WHAT IS REQUIRED:
Gather all lines in the entries that include the word "times".
Start of TASK MATERIAL
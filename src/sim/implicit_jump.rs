//! The implicit jump of cycle skipping (`[time.cycle_skipping] jump = "implicit"`):
//! variable-step BDF2 on the envelope (backward Euler for the first jump of a run).
//!
//! **Why.** The explicit jump y_{k+m} = y_k + m ∇y multiplies a mode of per-period
//! multiplier μ by G(μ) = μ^{E−1}(μ − m(1 − μ)) over a block of E exact periods and a
//! jump of m ([`crate::solve::envelope`], derived there): modes between the slow and the
//! fast ones (the thermal modes of the top metres under a daily wave, decaying over days
//! to months) grow for m > e·E, and the error test, which sees them, holds the jumps near
//! that length (measured: 12–15 periods with E = 4 on a daily wave over `harrow-dunes`,
//! whatever the time steps within the periods).
//!
//! **The step** (derived here). Backward Euler over m periods on the envelope asks for
//! the contents C of the landing state y with
//!
//!   G(C) = C − C_k − m ΔS(C) = 0,
//!
//! C_k the contents at the block's last boundary and ΔS(C) the contents' change over one
//! period integrated from y (per cell, volume-weighted). A mode of per-period multiplier
//! μ is multiplied by 1/(1 + m(1 − μ)) ∈ (0, 1]: stable for any m. Newton's method, one
//! integrated trial period per iteration, with the period's map approximated by one
//! backward-Euler step over the period under the period-mean Jacobian F̄
//! ([`super::period::JACOBIAN_SAMPLES`] midpoints, as for the periodic steady state):
//! see `Work::newton_step`. The first iterate is one such step from the block's last
//! state (linearly implicit Euler).
//!
//! **Second order.** Backward Euler's error, ½ m² C″ per jump, has one sign while the
//! envelope's drift slows: summed over a run's jumps it biased the water exchanged with
//! the water table over 10⁵ annual cycles by −1.2 % (jumps of ≤ 1 000 periods) and −4.2 %
//! (≤ 10 000). Every jump after the first therefore takes the two-step formula through
//! the boundary state the last jump started from, h periods before C_k ([`Formula`]):
//!
//!   G(C) = C − a₁ C_k + a₂ C_{k−h} − β m ΔS(C) = 0,
//!
//! solved as above with β m in place of m; the cumulative flows are combined alike. A
//! stiff mode is still damped (by → 0 as m grows), and the step ratio m/h is held below
//! [`crate::solve::envelope::MAX_STEP_RATIO`] for zero-stability. Its error estimate
//! compares the landing with the quadratic through the two points and the first period
//! (`Formula::second_order_error_into`), and the jumps are sized by its cube root. Where that
//! estimate grows only as m (the drift's change from one period to the next, which the
//! quadratic extrapolates twice over: on the daily wave after the first centuries it held
//! the jumps at ~2 200 days, backward Euler's at ~7 000), backward Euler's estimate along
//! the same drift is taken instead when it allows the longer jump: the jump is accepted
//! when either estimate allows it (measured: the same accuracy, and on 10⁴ years of
//! days 1 102 jumps instead of 1 645; README, "Periodic forcing: second-order implicit
//! jumps").
//!
//! **One grid.** Integrated by the error test, a period's end scatters with the step
//! sequence, which changes with the state: Newton then stalls at that scatter times m.
//! The first trial period, from the block's last state, records its steps; every later
//! one replays them ([`crate::solve::stepper::Replay`]), so that the map whose fixed point
//! Newton seeks is smooth.
//!
//! **Landing and convergence.** After each trial period the landing is taken as
//! C* = a₁ C_k − a₂ C_{k−h} + β m ΔS(C_j), the cumulative flows as the same combination
//! of the two points' plus β m times the period's: storages and flows then agree exactly
//! as in the explicit jump (each period's storage change equals its net inflow, and
//! a₁ − a₂ = 1), so the jump's balance error is again only what the inversion leaves.
//! C* differs from the formula's solution by at most G_j in every linear mode (derived:
//! with e the iterate's error, G_j = (1 + βmλP) e per mode and C* − C = −βmλP e), so
//! the iteration stops when C* is within [`ITERATION_TOLERANCE`] of C_j by the run's
//! error tests at the skipping tolerance. The error estimate is
//! `Work::error_estimate`; a jump whose estimate exceeds 1 is tried shorter.
//!
//! **Failure.** A trial period that fails or leaves the grid, an iteration that
//! contracts by less than [`SLOWEST_CONTRACTION`] or does not converge in
//! [`MAX_ITERATIONS`], or [`MAX_ATTEMPTS`] sizes rejected, abandon the jump: the caller
//! takes the explicit jump instead (and for the next blocks, `Simulation::run_skipping`).

use crate::error::{Error, Result};
use crate::model::Model;
use crate::physics::{System, RV};
use crate::solve::blocktri::BlockTri;
use crate::solve::envelope::{
    inversion_scale, unknowns_of_storages, EnvelopeOptions, Landing, PeriodPoint,
};
use crate::solve::linear::SolverKind;
use crate::solve::problem::{weighted_change, Problem};

use super::initial::equilibrate_vapor;
use super::period::{
    add_jacobian_sample, moved_contents, one_period_on_grid, periodic_model, Grid, GridSteps,
    MeanLinearization, PeriodEnd,
};

/// Most trial periods (Newton iterations) per jump size tried.
pub const MAX_ITERATIONS: u64 = 6;
/// The iteration is given up when a step does not shrink the distance at least by this
/// factor.
pub const SLOWEST_CONTRACTION: f64 = 0.5;
/// Most jump sizes tried (each smaller than the last) before the jump is abandoned.
pub const MAX_ATTEMPTS: u64 = 3;
/// The iteration stops when the landing is within this fraction of the skipping
/// tolerance of the iterate (by the run's error tests).
pub const ITERATION_TOLERANCE: f64 = 0.1;

/// What an implicit jump cost.
#[derive(Debug, Clone, Copy, Default, PartialEq)]
pub struct TrialWork {
    /// Trial periods integrated (the recorded one and one per Newton iteration).
    pub periods: u64,
    /// Their time steps.
    pub steps: u64,
}

/// An implicit jump found.
#[derive(Debug, Clone, PartialEq)]
pub struct ImplicitJump {
    pub landing: Landing,
    /// Periods jumped (at most those asked).
    pub periods: u64,
    /// Its error estimate (see [`Formula`], filtered) by the error tests
    /// at the skipping tolerance (≤ 1).
    pub error: f64,
}

/// The implicit jump of at most `m` periods from the newest of `points` (the block's
/// boundary states), landing at `time_of(m)`, with the trial periods it took. The run's
/// own system is not touched (its kept evaluations are part of the run's state): the
/// trial periods, the linearisation, the inversions and the error tests use systems of
/// their own. Err: the jump is abandoned (the message says why; the work done so far
/// is in the second part).
pub fn implicit_jump(
    model: &Model,
    points: &[PeriodPoint],
    origin: Option<(u64, &PeriodPoint)>,
    opts: &EnvelopeOptions,
    m: u64,
    time_of: &dyn Fn(u64) -> f64,
    solver: SolverKind,
) -> std::result::Result<(ImplicitJump, TrialWork), (String, TrialWork)> {
    let mut work = TrialWork::default();
    match solve(model, points, origin, opts, m, time_of, solver, &mut work) {
        Ok(j) => Ok((j, work)),
        Err(e) => Err((e.to_string(), work)),
    }
}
End of TASK MATERIAL
REPLY TO THE TASK:
//! sequence, which changes with the state: Newton then stalls at that scatter times m.
//! of the two points' plus β m times the period's: storages and flows then agree exactly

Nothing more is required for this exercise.